(Dataset entries)
********************
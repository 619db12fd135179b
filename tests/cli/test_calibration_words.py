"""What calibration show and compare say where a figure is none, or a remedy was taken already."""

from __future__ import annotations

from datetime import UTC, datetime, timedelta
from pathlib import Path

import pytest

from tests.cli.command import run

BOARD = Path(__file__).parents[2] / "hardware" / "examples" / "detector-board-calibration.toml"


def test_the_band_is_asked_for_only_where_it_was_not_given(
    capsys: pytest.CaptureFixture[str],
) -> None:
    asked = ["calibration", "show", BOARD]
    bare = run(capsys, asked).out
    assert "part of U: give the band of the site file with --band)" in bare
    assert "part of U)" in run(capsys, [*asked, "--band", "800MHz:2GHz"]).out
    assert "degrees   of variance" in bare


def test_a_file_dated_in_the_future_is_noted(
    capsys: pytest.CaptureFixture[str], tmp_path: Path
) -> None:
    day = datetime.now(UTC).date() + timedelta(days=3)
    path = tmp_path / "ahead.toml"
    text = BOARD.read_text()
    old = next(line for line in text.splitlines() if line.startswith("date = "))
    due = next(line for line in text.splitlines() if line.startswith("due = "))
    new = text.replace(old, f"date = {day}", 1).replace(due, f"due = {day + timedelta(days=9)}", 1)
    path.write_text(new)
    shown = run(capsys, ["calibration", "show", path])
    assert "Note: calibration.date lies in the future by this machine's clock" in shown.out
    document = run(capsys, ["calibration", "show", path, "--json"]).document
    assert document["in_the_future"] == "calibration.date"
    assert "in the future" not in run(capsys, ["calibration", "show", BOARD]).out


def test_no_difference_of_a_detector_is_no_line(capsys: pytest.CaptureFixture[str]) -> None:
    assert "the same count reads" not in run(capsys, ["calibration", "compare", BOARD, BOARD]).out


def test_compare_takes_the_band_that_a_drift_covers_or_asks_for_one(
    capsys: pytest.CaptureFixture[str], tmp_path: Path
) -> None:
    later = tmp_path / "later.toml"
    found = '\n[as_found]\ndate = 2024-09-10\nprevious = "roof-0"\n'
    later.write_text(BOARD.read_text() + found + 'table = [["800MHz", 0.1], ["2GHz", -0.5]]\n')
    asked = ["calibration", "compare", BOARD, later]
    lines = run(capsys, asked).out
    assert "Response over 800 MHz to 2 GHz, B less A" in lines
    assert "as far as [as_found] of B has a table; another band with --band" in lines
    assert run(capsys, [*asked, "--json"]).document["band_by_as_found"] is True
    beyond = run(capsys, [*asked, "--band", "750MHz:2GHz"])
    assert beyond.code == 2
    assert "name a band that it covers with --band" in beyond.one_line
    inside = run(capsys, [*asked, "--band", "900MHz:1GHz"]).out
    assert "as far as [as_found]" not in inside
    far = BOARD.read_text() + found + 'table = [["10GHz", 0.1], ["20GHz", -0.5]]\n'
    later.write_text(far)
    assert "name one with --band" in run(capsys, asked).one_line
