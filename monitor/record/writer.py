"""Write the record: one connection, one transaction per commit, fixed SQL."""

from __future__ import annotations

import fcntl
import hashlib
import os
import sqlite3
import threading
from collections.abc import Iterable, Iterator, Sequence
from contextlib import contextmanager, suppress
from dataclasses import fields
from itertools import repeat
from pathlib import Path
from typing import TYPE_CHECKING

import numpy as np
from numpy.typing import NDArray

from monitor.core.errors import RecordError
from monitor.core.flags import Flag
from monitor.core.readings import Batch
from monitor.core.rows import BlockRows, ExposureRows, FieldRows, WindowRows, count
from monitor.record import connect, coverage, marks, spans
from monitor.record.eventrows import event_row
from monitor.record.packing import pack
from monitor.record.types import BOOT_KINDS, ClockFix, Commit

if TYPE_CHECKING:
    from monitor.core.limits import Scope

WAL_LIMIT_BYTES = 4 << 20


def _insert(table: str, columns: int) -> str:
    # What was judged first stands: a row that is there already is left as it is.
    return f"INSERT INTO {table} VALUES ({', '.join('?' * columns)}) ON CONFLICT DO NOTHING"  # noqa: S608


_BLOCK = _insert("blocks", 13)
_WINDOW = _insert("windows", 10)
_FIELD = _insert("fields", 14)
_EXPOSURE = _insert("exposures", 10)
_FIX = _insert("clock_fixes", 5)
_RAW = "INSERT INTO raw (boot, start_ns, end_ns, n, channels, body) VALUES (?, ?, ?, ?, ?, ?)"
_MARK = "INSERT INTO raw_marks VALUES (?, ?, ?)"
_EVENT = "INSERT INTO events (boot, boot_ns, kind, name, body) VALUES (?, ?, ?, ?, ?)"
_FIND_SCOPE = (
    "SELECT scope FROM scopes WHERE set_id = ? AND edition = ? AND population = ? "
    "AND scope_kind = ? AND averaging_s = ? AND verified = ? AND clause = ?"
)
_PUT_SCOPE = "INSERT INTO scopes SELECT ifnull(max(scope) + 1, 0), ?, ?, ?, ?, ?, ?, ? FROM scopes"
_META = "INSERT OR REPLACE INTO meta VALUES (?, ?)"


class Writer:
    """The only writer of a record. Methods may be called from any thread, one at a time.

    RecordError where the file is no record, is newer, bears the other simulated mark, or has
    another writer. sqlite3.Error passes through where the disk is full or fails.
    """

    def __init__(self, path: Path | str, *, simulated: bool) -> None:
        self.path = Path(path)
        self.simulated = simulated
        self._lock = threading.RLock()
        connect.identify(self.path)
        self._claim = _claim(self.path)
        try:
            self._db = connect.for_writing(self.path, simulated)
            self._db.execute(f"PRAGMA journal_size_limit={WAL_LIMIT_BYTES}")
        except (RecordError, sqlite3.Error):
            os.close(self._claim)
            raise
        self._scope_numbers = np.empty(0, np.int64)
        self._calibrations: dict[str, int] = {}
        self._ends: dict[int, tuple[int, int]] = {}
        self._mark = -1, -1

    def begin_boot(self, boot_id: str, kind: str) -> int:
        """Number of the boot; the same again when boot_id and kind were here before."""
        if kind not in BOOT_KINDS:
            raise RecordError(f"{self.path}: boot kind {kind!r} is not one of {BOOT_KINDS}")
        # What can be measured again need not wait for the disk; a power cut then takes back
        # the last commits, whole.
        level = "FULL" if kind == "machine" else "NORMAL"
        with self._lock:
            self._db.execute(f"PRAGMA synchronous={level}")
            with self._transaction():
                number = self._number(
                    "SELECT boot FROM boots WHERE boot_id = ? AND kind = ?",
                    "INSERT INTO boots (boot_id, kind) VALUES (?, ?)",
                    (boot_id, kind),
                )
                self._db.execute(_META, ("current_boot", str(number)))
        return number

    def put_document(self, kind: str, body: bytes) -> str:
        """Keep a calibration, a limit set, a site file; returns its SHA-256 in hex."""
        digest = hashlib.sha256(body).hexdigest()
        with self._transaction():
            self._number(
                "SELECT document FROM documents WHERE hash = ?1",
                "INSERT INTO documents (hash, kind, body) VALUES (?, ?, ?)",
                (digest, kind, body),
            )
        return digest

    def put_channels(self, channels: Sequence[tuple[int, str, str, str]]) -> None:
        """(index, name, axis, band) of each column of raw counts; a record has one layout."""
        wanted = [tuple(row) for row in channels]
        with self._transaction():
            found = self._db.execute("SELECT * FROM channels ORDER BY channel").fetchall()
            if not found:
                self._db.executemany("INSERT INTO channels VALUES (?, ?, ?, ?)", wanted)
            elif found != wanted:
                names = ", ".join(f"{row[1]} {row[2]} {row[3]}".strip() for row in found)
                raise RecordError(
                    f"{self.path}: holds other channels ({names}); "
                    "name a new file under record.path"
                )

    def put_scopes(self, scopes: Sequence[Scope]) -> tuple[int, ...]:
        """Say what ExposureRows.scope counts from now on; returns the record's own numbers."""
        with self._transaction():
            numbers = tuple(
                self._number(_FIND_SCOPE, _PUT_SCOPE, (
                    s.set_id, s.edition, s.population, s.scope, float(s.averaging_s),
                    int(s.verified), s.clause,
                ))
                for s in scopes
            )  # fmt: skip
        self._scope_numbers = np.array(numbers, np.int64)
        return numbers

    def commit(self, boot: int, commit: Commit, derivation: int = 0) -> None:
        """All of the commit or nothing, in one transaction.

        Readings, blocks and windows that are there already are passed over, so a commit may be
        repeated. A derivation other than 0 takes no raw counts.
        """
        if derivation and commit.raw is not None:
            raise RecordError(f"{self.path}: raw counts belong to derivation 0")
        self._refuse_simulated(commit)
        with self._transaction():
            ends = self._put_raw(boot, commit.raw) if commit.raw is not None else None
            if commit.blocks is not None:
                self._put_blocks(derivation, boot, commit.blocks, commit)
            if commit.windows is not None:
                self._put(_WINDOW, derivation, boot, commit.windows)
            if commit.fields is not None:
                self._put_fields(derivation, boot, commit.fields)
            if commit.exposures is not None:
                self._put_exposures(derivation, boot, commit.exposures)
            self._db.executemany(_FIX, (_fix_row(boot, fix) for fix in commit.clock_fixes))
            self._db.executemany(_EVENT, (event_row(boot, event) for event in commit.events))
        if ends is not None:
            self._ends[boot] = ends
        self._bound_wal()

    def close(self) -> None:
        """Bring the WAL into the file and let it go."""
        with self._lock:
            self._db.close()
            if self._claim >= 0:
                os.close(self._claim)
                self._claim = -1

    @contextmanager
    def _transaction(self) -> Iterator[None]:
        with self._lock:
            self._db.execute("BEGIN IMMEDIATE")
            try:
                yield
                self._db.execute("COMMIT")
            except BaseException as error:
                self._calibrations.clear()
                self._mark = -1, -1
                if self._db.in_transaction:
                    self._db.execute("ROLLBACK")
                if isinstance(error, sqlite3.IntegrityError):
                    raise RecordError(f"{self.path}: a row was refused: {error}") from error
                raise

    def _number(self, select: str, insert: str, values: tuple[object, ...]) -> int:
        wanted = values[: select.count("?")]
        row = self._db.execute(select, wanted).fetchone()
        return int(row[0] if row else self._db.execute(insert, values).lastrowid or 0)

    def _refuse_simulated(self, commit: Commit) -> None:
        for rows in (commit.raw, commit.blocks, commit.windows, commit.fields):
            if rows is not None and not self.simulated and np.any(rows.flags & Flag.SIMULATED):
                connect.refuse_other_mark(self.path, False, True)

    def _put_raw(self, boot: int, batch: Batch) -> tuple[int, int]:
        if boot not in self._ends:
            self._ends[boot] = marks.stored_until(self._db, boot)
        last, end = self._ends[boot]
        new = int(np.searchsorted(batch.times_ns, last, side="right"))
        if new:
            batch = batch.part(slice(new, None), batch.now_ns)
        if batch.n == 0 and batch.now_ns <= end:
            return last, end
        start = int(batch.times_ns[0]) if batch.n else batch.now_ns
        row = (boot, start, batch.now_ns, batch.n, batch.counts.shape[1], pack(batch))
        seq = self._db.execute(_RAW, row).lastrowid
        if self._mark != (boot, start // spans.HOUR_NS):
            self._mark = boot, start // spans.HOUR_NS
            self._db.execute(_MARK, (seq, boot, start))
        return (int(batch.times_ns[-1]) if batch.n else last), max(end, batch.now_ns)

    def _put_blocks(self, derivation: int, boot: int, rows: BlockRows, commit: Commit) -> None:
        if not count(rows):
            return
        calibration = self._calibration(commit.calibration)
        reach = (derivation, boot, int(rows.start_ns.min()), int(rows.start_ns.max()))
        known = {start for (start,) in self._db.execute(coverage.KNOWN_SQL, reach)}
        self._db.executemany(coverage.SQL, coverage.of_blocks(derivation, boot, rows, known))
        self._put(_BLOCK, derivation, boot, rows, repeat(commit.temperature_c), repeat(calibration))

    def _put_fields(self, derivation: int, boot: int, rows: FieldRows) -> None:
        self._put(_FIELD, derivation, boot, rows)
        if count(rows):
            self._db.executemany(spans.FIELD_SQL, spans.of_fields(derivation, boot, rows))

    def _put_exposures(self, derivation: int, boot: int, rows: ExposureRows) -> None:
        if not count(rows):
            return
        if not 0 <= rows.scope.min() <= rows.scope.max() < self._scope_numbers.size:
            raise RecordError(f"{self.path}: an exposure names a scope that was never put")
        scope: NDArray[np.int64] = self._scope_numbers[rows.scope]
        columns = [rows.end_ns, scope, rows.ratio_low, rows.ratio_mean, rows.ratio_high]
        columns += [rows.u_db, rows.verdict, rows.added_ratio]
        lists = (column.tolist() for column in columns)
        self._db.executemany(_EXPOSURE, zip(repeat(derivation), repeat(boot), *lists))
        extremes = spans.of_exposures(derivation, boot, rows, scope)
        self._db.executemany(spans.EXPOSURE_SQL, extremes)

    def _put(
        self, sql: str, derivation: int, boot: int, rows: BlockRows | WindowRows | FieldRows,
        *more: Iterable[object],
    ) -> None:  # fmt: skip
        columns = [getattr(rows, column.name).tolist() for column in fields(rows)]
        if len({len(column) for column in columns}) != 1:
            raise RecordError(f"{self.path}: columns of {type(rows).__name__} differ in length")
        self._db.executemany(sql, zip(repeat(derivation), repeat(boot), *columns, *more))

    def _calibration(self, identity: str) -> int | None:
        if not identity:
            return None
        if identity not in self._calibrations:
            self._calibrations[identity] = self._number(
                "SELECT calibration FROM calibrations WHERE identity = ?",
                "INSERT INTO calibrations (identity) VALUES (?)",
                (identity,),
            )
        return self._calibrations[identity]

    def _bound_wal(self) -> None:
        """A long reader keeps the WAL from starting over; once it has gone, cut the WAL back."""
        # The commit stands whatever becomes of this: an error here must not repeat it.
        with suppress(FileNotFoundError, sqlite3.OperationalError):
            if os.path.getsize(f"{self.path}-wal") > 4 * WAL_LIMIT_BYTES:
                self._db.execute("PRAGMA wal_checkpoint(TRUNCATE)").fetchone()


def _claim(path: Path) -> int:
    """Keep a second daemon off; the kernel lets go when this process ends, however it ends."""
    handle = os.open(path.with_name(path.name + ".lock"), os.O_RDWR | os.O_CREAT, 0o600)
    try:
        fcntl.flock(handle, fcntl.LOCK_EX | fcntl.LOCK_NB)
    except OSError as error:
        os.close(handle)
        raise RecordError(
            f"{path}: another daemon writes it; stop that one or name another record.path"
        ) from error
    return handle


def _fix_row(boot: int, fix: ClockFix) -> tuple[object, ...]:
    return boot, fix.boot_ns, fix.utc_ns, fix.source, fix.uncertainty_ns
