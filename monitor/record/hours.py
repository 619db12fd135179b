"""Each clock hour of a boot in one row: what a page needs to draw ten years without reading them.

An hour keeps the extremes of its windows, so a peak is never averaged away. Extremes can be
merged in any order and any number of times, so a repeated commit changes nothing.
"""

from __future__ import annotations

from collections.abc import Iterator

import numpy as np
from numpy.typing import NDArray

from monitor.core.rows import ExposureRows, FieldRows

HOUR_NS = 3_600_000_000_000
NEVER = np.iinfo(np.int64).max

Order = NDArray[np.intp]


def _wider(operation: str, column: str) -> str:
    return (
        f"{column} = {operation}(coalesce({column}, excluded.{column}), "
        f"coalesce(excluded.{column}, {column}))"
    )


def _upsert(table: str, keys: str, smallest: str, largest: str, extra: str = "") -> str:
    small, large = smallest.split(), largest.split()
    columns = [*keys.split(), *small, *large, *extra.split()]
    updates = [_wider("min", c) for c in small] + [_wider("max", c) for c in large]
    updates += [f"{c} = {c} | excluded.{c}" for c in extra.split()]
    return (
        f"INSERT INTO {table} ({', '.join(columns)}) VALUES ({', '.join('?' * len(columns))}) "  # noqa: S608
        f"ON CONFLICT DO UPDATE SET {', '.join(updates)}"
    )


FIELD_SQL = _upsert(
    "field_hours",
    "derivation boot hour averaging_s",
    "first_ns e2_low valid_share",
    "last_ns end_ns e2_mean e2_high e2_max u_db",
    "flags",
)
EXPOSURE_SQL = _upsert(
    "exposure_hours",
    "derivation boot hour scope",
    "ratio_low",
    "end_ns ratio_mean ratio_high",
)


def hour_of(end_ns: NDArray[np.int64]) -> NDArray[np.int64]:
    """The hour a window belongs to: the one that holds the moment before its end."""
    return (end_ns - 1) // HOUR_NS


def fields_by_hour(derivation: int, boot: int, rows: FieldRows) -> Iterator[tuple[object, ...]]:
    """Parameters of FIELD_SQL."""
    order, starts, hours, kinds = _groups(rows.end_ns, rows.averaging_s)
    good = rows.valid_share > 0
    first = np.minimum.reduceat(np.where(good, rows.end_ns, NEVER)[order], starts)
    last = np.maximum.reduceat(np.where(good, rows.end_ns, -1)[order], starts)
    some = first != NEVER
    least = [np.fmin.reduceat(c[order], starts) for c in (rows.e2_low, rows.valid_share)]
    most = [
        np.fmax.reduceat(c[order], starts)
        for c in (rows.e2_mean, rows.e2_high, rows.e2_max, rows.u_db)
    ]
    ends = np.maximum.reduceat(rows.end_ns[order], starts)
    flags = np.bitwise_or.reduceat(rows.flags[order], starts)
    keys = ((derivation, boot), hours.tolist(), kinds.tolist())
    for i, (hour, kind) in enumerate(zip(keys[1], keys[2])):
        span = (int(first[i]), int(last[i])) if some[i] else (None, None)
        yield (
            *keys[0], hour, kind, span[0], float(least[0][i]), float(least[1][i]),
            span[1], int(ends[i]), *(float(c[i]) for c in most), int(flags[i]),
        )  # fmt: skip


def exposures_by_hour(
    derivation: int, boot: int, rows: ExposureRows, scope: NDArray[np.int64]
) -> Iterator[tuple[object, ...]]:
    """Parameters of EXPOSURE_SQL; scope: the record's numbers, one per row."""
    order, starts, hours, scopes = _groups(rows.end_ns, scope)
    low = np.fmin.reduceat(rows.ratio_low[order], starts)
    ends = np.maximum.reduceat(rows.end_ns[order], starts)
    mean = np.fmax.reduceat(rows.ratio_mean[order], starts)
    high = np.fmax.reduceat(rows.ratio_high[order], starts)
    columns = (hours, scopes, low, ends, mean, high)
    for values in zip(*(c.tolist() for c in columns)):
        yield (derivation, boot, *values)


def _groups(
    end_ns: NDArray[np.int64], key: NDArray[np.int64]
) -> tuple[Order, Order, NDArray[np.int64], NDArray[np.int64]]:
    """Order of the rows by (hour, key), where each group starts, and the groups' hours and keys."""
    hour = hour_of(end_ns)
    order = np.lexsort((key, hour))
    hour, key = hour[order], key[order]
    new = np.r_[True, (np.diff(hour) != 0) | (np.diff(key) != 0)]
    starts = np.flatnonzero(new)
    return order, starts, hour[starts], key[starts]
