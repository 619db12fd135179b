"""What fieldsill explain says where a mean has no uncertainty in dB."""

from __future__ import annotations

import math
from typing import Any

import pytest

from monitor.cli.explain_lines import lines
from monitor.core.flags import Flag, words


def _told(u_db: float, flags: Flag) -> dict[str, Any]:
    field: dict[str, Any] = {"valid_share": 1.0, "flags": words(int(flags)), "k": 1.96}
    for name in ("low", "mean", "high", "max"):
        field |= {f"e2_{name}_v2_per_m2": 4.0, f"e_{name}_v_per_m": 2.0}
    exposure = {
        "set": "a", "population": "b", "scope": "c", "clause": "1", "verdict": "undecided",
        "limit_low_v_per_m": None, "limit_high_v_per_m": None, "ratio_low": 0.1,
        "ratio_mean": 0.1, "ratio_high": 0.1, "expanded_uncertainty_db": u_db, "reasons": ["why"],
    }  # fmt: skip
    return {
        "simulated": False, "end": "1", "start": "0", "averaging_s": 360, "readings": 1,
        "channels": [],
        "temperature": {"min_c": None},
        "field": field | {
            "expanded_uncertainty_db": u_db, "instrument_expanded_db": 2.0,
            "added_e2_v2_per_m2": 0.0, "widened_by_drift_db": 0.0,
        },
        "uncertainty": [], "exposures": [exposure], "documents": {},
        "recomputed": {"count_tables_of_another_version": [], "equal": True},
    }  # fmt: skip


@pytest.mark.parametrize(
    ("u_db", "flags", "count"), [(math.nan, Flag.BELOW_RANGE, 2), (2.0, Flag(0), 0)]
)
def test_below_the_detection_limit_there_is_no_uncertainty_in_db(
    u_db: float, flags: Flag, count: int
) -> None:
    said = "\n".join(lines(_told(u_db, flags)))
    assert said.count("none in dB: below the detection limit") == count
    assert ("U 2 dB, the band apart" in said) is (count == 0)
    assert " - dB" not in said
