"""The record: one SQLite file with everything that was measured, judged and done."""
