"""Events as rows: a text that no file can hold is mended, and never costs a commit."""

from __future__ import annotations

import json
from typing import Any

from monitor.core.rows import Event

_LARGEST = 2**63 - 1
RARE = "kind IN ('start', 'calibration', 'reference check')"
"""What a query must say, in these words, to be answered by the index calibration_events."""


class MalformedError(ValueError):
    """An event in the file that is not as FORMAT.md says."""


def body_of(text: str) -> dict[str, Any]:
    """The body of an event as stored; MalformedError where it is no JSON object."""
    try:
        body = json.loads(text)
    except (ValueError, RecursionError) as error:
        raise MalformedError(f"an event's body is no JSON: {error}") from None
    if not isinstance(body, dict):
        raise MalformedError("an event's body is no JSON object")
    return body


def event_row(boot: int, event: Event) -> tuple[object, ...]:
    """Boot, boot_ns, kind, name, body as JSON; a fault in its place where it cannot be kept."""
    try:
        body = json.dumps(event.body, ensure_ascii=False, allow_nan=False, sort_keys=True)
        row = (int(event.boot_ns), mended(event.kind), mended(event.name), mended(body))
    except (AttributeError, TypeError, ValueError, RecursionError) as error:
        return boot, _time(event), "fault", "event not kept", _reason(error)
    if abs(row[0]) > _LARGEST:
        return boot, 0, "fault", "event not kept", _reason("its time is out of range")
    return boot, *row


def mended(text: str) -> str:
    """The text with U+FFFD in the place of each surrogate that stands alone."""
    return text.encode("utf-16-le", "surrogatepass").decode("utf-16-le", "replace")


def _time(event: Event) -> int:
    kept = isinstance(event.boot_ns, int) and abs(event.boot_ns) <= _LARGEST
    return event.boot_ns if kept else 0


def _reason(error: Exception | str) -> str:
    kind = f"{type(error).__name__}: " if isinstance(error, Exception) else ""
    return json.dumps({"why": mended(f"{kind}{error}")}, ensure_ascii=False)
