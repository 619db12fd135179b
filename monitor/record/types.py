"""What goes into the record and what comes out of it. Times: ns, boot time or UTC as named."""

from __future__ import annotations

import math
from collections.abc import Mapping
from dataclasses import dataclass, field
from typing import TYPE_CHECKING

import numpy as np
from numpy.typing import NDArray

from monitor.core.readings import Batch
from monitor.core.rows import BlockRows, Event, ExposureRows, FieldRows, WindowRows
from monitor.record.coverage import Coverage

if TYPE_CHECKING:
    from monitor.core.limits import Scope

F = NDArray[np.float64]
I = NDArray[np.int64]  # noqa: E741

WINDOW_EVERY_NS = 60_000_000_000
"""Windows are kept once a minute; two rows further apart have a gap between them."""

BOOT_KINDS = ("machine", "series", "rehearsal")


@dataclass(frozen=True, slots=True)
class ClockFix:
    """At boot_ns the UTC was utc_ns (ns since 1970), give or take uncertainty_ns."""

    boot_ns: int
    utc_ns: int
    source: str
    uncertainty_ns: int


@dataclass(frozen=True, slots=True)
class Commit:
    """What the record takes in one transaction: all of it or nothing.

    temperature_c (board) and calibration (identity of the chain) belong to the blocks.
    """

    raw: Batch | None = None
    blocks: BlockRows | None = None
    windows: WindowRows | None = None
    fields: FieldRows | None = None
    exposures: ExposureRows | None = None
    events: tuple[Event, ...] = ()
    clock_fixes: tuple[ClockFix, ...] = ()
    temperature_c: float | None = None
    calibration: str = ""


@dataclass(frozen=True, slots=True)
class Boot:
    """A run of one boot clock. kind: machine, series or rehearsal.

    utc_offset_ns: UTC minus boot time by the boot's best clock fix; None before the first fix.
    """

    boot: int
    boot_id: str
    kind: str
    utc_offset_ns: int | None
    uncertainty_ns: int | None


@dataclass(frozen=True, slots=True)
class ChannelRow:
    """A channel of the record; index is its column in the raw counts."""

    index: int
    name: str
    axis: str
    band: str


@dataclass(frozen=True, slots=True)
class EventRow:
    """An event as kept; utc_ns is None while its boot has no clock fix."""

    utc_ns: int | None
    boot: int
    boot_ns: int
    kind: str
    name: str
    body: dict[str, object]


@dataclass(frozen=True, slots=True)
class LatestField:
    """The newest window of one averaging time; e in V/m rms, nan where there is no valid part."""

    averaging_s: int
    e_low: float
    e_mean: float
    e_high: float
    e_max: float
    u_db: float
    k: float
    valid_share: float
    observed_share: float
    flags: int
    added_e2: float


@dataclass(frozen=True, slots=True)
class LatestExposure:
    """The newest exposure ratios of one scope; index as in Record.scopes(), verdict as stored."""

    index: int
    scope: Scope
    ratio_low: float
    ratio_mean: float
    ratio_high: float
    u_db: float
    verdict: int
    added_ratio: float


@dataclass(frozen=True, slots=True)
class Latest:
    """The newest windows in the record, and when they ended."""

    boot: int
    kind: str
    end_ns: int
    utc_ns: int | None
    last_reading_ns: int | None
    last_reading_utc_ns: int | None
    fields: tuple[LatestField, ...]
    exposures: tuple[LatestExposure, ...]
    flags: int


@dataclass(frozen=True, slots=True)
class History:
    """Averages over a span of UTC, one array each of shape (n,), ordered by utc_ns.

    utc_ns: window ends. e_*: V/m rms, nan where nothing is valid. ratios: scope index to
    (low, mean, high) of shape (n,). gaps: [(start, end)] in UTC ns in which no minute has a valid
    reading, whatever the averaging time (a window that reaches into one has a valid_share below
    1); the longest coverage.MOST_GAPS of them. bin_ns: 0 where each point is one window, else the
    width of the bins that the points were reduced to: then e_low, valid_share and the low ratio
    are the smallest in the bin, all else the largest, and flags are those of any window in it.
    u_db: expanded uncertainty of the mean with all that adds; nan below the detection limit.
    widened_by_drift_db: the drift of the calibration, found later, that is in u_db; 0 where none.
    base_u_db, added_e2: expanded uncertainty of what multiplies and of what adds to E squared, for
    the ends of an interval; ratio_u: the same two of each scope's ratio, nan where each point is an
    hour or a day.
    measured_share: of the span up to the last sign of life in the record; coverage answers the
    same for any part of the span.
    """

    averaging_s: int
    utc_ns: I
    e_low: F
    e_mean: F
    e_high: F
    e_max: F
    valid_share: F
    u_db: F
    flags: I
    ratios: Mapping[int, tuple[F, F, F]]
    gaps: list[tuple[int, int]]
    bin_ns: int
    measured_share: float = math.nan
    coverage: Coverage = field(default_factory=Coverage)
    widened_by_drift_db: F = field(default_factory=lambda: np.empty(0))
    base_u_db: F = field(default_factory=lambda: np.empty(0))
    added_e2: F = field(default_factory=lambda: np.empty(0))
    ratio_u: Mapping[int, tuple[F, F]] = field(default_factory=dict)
********************
▸ **Description of the task**
Nothing but a number is expected here: the number of lines above that hold the word "documents".

▸ **Exercise solution**
3